● What is needed
Please repeat the lines below, exactly and only, from the one that holds "filename test/adapters/git.test.ts" through the one that holds "expect(change.head).toBe(repo.head);".

─── Supplied data

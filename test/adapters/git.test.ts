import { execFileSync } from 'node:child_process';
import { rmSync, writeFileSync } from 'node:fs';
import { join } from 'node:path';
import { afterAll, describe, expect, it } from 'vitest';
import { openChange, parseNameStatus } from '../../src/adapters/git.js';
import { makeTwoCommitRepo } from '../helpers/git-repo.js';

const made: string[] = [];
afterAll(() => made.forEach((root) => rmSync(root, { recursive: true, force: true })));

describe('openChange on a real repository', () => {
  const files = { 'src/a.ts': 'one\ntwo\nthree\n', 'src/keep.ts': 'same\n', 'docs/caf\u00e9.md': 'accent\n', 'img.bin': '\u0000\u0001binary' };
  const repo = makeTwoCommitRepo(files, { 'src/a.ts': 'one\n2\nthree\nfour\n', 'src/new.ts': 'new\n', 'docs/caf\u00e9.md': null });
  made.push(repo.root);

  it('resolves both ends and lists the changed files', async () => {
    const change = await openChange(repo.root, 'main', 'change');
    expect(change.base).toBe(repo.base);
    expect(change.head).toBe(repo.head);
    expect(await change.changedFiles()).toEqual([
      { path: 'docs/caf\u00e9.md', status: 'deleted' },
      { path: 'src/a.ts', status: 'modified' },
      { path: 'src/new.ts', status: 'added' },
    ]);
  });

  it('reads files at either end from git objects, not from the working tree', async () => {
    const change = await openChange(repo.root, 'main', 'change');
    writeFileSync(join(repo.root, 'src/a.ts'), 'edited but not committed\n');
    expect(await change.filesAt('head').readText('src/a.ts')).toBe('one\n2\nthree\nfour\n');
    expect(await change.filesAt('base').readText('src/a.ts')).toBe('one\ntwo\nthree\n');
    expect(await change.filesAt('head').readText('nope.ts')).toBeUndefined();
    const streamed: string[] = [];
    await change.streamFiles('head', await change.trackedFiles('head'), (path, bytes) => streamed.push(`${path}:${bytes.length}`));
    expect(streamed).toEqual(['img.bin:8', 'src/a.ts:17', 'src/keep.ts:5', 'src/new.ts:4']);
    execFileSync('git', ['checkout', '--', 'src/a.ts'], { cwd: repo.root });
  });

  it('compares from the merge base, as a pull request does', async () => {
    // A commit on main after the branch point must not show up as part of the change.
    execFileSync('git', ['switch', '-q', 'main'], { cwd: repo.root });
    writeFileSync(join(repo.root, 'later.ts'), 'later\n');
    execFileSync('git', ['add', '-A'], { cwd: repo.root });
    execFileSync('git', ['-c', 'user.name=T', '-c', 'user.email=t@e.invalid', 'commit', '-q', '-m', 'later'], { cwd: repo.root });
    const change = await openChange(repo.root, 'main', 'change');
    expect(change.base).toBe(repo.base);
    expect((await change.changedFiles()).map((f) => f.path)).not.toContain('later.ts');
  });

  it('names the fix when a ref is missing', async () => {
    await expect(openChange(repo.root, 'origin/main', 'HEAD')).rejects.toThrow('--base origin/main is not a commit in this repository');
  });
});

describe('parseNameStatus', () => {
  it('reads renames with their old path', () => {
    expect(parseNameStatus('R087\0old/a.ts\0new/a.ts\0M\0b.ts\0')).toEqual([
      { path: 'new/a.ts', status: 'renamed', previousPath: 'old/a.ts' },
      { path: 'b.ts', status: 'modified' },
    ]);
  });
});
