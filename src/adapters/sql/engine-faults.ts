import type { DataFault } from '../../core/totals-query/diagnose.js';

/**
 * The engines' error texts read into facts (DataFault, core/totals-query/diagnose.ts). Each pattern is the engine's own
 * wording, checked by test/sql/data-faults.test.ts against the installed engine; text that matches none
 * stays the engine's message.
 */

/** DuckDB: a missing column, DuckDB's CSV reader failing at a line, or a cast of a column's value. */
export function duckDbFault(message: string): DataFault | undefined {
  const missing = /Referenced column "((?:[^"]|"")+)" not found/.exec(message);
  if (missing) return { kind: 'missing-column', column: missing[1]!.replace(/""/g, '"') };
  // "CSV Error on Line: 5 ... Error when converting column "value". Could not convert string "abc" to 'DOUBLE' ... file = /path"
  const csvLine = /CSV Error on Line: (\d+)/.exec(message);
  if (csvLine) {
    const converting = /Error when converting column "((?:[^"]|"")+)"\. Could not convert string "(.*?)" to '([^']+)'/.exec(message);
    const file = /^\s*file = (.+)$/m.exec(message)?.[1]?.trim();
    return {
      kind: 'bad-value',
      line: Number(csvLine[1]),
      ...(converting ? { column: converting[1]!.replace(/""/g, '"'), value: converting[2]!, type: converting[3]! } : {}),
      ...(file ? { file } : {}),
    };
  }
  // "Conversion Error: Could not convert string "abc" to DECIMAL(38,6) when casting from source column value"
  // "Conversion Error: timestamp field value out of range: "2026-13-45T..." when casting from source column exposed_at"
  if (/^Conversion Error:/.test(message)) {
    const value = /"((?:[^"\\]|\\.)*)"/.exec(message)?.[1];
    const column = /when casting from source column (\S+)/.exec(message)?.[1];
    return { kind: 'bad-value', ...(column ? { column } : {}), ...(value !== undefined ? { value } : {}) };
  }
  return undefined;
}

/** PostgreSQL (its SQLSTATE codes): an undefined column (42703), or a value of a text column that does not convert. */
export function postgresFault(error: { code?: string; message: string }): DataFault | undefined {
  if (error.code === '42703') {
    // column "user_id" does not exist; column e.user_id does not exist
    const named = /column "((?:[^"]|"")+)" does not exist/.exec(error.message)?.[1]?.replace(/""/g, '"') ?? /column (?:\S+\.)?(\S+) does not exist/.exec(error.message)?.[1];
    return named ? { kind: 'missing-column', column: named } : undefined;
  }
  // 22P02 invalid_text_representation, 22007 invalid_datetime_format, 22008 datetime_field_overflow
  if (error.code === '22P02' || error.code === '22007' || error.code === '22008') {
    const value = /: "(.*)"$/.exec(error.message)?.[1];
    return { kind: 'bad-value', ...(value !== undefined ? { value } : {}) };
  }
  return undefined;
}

──────
─── Supplied data

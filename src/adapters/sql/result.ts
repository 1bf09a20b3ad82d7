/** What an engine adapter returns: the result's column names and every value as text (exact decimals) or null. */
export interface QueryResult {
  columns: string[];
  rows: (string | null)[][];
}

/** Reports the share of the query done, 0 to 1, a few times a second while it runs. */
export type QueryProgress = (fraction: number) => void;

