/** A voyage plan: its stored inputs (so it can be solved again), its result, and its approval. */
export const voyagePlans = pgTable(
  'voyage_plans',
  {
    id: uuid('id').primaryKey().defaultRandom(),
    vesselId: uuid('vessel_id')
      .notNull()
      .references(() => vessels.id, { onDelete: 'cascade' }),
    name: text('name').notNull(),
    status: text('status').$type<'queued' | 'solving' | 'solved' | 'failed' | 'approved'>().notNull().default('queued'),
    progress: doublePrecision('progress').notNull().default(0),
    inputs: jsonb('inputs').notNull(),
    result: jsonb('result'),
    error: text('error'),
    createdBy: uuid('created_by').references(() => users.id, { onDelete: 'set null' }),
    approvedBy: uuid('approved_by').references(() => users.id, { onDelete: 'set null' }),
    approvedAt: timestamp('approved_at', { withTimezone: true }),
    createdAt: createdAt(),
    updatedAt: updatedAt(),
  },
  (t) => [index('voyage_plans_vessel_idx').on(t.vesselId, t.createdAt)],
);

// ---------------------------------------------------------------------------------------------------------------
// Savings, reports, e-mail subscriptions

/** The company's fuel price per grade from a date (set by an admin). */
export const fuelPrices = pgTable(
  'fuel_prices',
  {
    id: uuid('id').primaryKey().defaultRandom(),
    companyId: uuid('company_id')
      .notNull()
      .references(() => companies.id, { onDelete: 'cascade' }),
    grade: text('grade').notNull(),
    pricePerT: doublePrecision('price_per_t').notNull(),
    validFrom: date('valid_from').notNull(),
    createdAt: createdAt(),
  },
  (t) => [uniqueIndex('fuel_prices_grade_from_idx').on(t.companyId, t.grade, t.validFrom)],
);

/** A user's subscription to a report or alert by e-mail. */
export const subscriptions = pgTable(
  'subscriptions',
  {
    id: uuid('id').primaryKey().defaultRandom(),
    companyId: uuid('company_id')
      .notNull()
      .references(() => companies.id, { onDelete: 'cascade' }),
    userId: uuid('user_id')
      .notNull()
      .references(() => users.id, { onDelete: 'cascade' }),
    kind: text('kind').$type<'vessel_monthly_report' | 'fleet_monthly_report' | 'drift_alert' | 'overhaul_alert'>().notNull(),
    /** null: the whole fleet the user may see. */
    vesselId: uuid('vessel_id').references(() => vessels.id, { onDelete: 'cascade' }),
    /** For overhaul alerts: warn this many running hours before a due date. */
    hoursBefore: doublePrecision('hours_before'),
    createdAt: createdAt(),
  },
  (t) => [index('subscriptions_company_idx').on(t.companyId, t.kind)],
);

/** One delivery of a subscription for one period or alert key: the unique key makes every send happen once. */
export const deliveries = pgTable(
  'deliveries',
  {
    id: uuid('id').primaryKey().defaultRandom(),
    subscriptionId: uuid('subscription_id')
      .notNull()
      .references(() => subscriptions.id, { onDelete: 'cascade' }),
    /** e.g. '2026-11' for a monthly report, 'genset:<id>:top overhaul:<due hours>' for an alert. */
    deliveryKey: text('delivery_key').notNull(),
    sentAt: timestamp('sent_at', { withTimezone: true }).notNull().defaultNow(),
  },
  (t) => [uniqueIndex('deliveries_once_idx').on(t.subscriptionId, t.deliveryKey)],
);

──────

● Response
filename test/adapters/git.test.ts
import { execFileSync } from 'node:child_process';
import { rmSync, writeFileSync } from 'node:fs';
import { join } from 'node:path';
import { afterAll, describe, expect, it } from 'vitest';
import { openChange, parseNameStatus } from '../../src/adapters/git.js';
import { makeTwoCommitRepo } from '../helpers/git-repo.js';

const made: string[] = [];
afterAll(() => made.forEach((root) => rmSync(root, { recursive: true, force: true })));

describe('openChange on a real repository', () => {
  const files = { 'src/a.ts': 'one\ntwo\nthree\n', 'src/keep.ts': 'same\n', 'docs/caf\u00e9.md': 'accent\n', 'img.bin': '\u0000\u0001binary' };
  const repo = makeTwoCommitRepo(files, { 'src/a.ts': 'one\n2\nthree\nfour\n', 'src/new.ts': 'new\n', 'docs/caf\u00e9.md': null });
  made.push(repo.root);

  it('resolves both ends and lists the changed files', async () => {
    const change = await openChange(repo.root, 'main', 'change');
    expect(change.base).toBe(repo.base);
    expect(change.head).toBe(repo.head);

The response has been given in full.